Human rights-based approach
At the heart of a human rights-based approach (HRBA) is the recognition that inequality and marginalization deny people their human rights and keep them in poverty. An HRBA means that Canada’s international assistance contributes to the advancement of human rights.
What are human rights?
Human rights are inherent to all human beings, regardless of grounds such as race, national or ethnic origin, colour, religion, sex, age, disability, marital status, sexual orientation, or gender identity or expression.
Human rights are civil, political, economic, social and cultural; they are universal, inalienable, indivisible, interrelated and interdependent.
A human rights-based approach is rooted in respect for international human rights law
Central to an HRBA is the concept that States must respect their obligations under international human rights law. A State’s obligations are found in the human rights treaties that the State has chosen to ratify. Human rights obligations are also found in customary international law, which is binding on all States.
A human rights-based approach to international assistance is a tool to help countries meet their human rights obligations and assist people in knowing their human rights and the processes available to claim them. In doing so, it seeks to achieve equitable and sustainable results. It reinforces a feminist approach, as human rights are at the foundation of gender equality and the empowerment of women and girls.

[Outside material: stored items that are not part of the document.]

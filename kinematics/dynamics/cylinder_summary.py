"""The drive and the bearings over a cylinder's stroke at constant extension speed.

A cylinder's drive is its axial force F (push positive), so the summary gives the peak push and
the peak pull with the lengths where they occur, the work ∫F dL over the stroke (trapezoids
between the poses), the mean power (that work over the stroke's time ΔL/L̇) and the peak power
F·L̇. A cylinder does not turn: there is no flywheel or energy fluctuation of a turn. Joint and
shaking peaks are as for a turning driver, placed by length. Frictionless joints.
"""

from __future__ import annotations

from collections.abc import Mapping
from dataclasses import dataclass
from types import MappingProxyType

import numpy as np

from ..errors import KinematicsError
from .results import ForceSweep


@dataclass(frozen=True)
class CylinderJoint:
    """One joint force over the stroke: peak magnitude (N) and the length there (m), mean and RMS magnitude (N)."""

    peak_n: float
    peak_length_m: float
    mean_n: float
    rms_n: float


@dataclass(frozen=True)
class CylinderSummary:
    """The drive and bearing figures of a stroke at constant speed (SI; see the module).

    ``peak_push_n`` is the largest push (≥ 0, 0 when the cylinder only pulls), ``peak_pull_n``
    the largest pull (≤ 0, 0 when it only pushes), each with the cylinder's length there."""

    speed_m_s: float
    peak_push_n: float
    peak_push_length_m: float
    peak_pull_n: float
    peak_pull_length_m: float
    work_j: float
    mean_power_w: float
    peak_power_w: float
    joints: Mapping
    peak_shaking_force_n: float
    peak_shaking_force_length_m: float
    peak_shaking_moment_n_m: float
    peak_shaking_moment_length_m: float


def cylinder_summary(result: ForceSweep) -> CylinderSummary:
    """The summary of a cylinder-driven design's forces swept over its stroke.

    Raises KinematicsError for a cylinder that does not extend at a constant speed other than 0."""
    driver = result.mechanism.driver
    speed = driver.linear_speed_m_s
    if driver.linear_acceleration_m_s2 != 0.0 or speed == 0.0:
        raise KinematicsError("the drive summary is for a cylinder extending at constant speed: set its "
                              "acceleration to 0 and its speed to a value other than 0", "driver")
    force = np.asarray(result.drive_force_n, float)
    length = np.asarray(result.driver_length_m, float)
    push, pull = int(np.argmax(force)), int(np.argmin(force))
    work = float(np.sum(0.5 * (force[1:] + force[:-1]) * np.diff(length)))
    duration = (length[-1] - length[0]) / speed
    power = force * speed
    peak_power = int(np.argmax(np.abs(power)))
    joints = {point: MappingProxyType({link: _joint(f, length) for link, f in by_link.items()})
              for point, by_link in result.joints_n.items()}
    shaking = np.hypot(result.shaking_force_n[:, 0], result.shaking_force_n[:, 1])
    k = int(np.argmax(shaking))
    m = int(np.argmax(np.abs(result.shaking_moment_n_m)))
    return CylinderSummary(
        speed_m_s=speed, peak_push_n=max(float(force[push]), 0.0), peak_push_length_m=float(length[push]),
        peak_pull_n=min(float(force[pull]), 0.0), peak_pull_length_m=float(length[pull]), work_j=work,
        mean_power_w=work / duration if duration > 0 else 0.0, peak_power_w=float(power[peak_power]),
        joints=MappingProxyType(joints), peak_shaking_force_n=float(shaking[k]),
        peak_shaking_force_length_m=float(length[k]),
        peak_shaking_moment_n_m=float(result.shaking_moment_n_m[m]), peak_shaking_moment_length_m=float(length[m]))


def _joint(force: np.ndarray, length: np.ndarray) -> CylinderJoint:
    size = np.hypot(force[:, 0], force[:, 1])
    k = int(np.argmax(size))
    return CylinderJoint(peak_n=float(size[k]), peak_length_m=float(length[k]), mean_n=float(size.mean()),
                         rms_n=float(np.sqrt(np.mean(size ** 2))))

How we translate human rights standards into results
An HRBA focuses on empowering the poorest and most marginalized by developing their capacity to know, exercise, claim, and seek redress for their rights – these actors are rights-holders.
Because rights necessarily imply duties, an HRBA also develops the capacity of State actors to respect, protect and fulfill their legal human rights obligations – these actors are duty-bearers.
It also develops the capacity of non-State actors who have a moral, ethical or social responsibility to promote and observe human rights – these actors are responsibility-holders.
Identifying the causes of inequality
An HRBA provides a lens through which to understand and address the many and overlapping root causes of poverty and violent conflict, which can include:
- lack of access to political participation;
- lack of access to basic resources and services, such as education, justice, health or water.
An analysis identifying the causes of inequality and marginalization, and clarifying the barriers to the advancement of human rights, is an important feature of an HRBA.
Principles for Canada’s human rights-based approach
Canada’s HRBA is guided by key principles, which inform international assistance policy, programs and advocacy:
- Equality and non-discrimination: All individuals are equal as human beings and entitled to human rights, without discrimination of any kind.
- Participation and inclusion: All individuals are entitled to active, free, and meaningful participation in, contribution to, and enjoyment of civil, political, economic, social, and cultural development. The voices and interests of affected individuals are taken into account on issues that concern them and the development of their society.
- Transparency and accountability: Individuals have access to information on policies, decisions and use of funds, and are empowered to hold those who have a duty to act accountable. State and non-State actors comply with their applicable obligations and responsibilities.
These HRBA principles guide and inform various programming stages, which include:
These principles also guide and inform Canada’s international assistance policy development, our engagement in various fora, and the mobilization of our partners.
International Assistance programs
The advancement of human rights is central to an HRBA. However an HRBA is in addition to targeted programming in the human rights or governance sectors, and can support the advancement of human rights in any sector.
Canada’s HRBA is distinct from the Official Development Assistance Accountability Act (ODAAA), which establishes the legislative criteria required in order for government funds to be counted as Official Development Assistance (ODA). Nevertheless, an HRBA may inform the analysis undertaken to determine whether funding meets the criteria of the ODAAA so as to be considered ODA, particularly under s. 4(1)(c) with respect to consistency with international human rights standards.
An HRBA is ambitious and there can be no ‘one size fits all’ application across all international assistance. Canada will operationalize the HRBA gradually, in a manner that is tailored to the initiative under consideration and appropriate to the context in question.
Detailed guidance and tools to apply an HRBA will be made available and updated throughout implementation.